I’m not a stickler for the sorts of precise pairings that sommeliers care about, especially for people eating at home, without an expert on hand.

With rare exceptions, like a fragile, complex older bottle, which needs simple dishes that won’t overwhelm the delicate wine, it’s hard to make a mistake. I’ve had red wines with oysters and white wines with steak. It’s not the end of the world. It can in fact be quite enjoyable, though I’d always prefer, say, a Chablis with oyster or a Chianti Classico with steak.

Even the least flattering pairing can be better than no pairing at all. I was always told that wine was really difficult to match with eggs, except maybe Champagne. But I used to have a ritual, when landing in France, of finding an omelet and a glass of Beaujolais. I loved it, regardless of the science of the match. The wine made the meal an occasion to remember.

Paradoxically, as restaurants seem to put less emphasis on wine service, they are counting more than ever on wine to contribute to their bottom lines. Many restaurants are charging much more, proportionately, for glasses of wine as well as for bottles.

For many years, the standard price of a glass of wine in restaurants was the wholesale price of the bottle. That is, if a restaurant paid $12 wholesale for a bottle, it would charge $12 for a glass.

But wine prices have gone up. It takes expertise, which too many restaurants no longer invest in, to find good, moderately priced bottles. Instead, many restaurants are taking the easy way out, charging $20 or more for mediocre glasses of wine.

Similarly, the standard price for a bottle in restaurants used to be three times the wholesale price. Now, too many restaurants are charging four and even five times the wholesale price, trying to achieve the profits they can’t make otherwise through wine sales.

The need for such steps testifies to the dysfunction of the current restaurant business model, perhaps, but it doesn’t make sense on any level to gouge customers. Certainly, it doesn’t encourage people to drink wine.
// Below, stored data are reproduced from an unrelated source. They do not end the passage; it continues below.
def run_one(name: str, seed: int, n_frames: int, size: int, cache: Path) -> dict:
    desc, changes, bits = SCENES[name]
    rec = recipe(seed, n_frames, size, changes)
    data = rendered(rec, bits, cache)
    truth, spots = data["truth"], data["spots"]
    px, dt = rec.pixel_size_um, rec.frame_interval_s
    tx, ty = truth["x_um"].to_numpy() / px, truth["y_um"].to_numpy() / px

    # as msdkit run does: linked down to 2 points; the long tracks (>= 10 points) are analysed, the sample D
    # pools every track of >= 3 points (analysis.sample_min_track_points)
    t0 = time.perf_counter()
    all_tracks, lset = link.link_spots(spots, frame_interval_s=dt, frame_shape=(size, size),
                                       min_track_points=2)
    t_link = time.perf_counter() - t0
    counts = all_tracks.groupby("track")["frame"].transform("size")
    tracks = all_tracks[counts >= SAMPLE_MIN_POINTS].reset_index(drop=True)
    all_um = pd.DataFrame(
        {
            "track": all_tracks["track"],
            "frame": all_tracks["frame"],
            "x_um": all_tracks["x_px"] * px,
            "y_um": all_tracks["y_px"] * px,
        }
    )
    long_um = all_um[(counts >= LONG_MIN_POINTS).to_numpy()].reset_index(drop=True)
    res = pipeline.analyze_tracks(
        long_um, frame_interval_s=dt, exposure_s=rec.exposure_s, temperature_c=25.0, medium="water",
        sizing_tracks=all_um,
        sample_tracks=all_um[(counts >= SAMPLE_MIN_POINTS).to_numpy()].reset_index(drop=True),
    )
    s = res.summary

    row = assign_to_truth(spots, tx, ty, truth)
    infocus = truth["in_focus"].to_numpy()
    matched = row >= 0
    recall = float(infocus[row[matched]].sum() / max(infocus.sum(), 1))
    perfect = pd.DataFrame(
        {
            "track": truth["particle"].to_numpy()[row[matched]],
            "frame": spots["frame"][matched].to_numpy(),
            "x_px": spots["x_px"][matched].to_numpy(),
            "y_px": spots["y_px"][matched].to_numpy(),
        }
    )
    perfect = link._cut_at_field_edge(perfect, (size, size), lset.edge_margin_px)
    perfect = perfect[perfect.groupby("track")["frame"].transform("size") >= SAMPLE_MIN_POINTS]
    D_perfect = sample_D(perfect, px, dt, rec.exposure_s)
    D_linked = sample_D(tracks, px, dt, rec.exposure_s)
    D_truth = covariance_D(
        truth[["x_um", "y_um"]].to_numpy(), truth["frame"].to_numpy(), truth["particle"].to_numpy(), dt
    )
    scan = {}
    for k in SCAN_ACCEPTANCE_SD:
        tk = link.link_spots(spots, acceptance_sd=k, frame_shape=(size, size),
                             min_track_points=SAMPLE_MIN_POINTS)[0]
        scan[k] = sample_D(tk, px, dt, rec.exposure_s)
    return {
        "scene": name,
        "seed": seed,
        "D": s["D_um2_s"],
        "D_lo": s["D_ci95_um2_s"][0],
        "D_hi": s["D_ci95_um2_s"][1],
        "radius_nm": s["radius_nm"],
        "alpha": s["alpha"],
        "alpha_lo": s["alpha_ci95"][0],
        "alpha_hi": s["alpha_ci95"][1],
        "flags": ",".join(s["flags"]),
        "estimator": s["estimator"],
        "n_tracks": s["n_tracks"],
        "n_tracks_D": s["n_tracks_D"],
        "spots_per_frame": len(spots) / data["n_frames"],
        "recall_in_focus": recall,
        "wrong_join_rate": wrong_join_rate(tracks, tx, ty, truth),
        "D_truth_level": D_truth,
        "D_perfect_links": D_perfect,
        "linking_effect": D_linked / D_perfect - 1.0,
        "scan": scan,
        "step_sd_px": lset.step_sd_px,
        "continuation": lset.continuation_fraction,
        "acceptance_sd": lset.acceptance_sd,
        "t_detect_s": data["t_detect_s"],
        "t_link_s": t_link,
    }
The wine trade argues that younger people are drinking less than their elders. That’s not entirely true. I see plenty of young people everywhere I go drinking wine, often in natural wine bars where the food choices are rudimentary at best.

I rarely see young people drinking wine in restaurants, though. Is it because of the price? The lack of sommeliers? Popular culture, which treats wine as if it’s a cocktail? I’m not sure, but whatever the reason, I fear they are missing out.

To be clear, there’s never only one way to drink wine. Even as wine has been considered a mealtime staple for centuries, it’s been many other things, too. It’s required for certain religious rituals and always available in bars and taverns, where the food might be limited.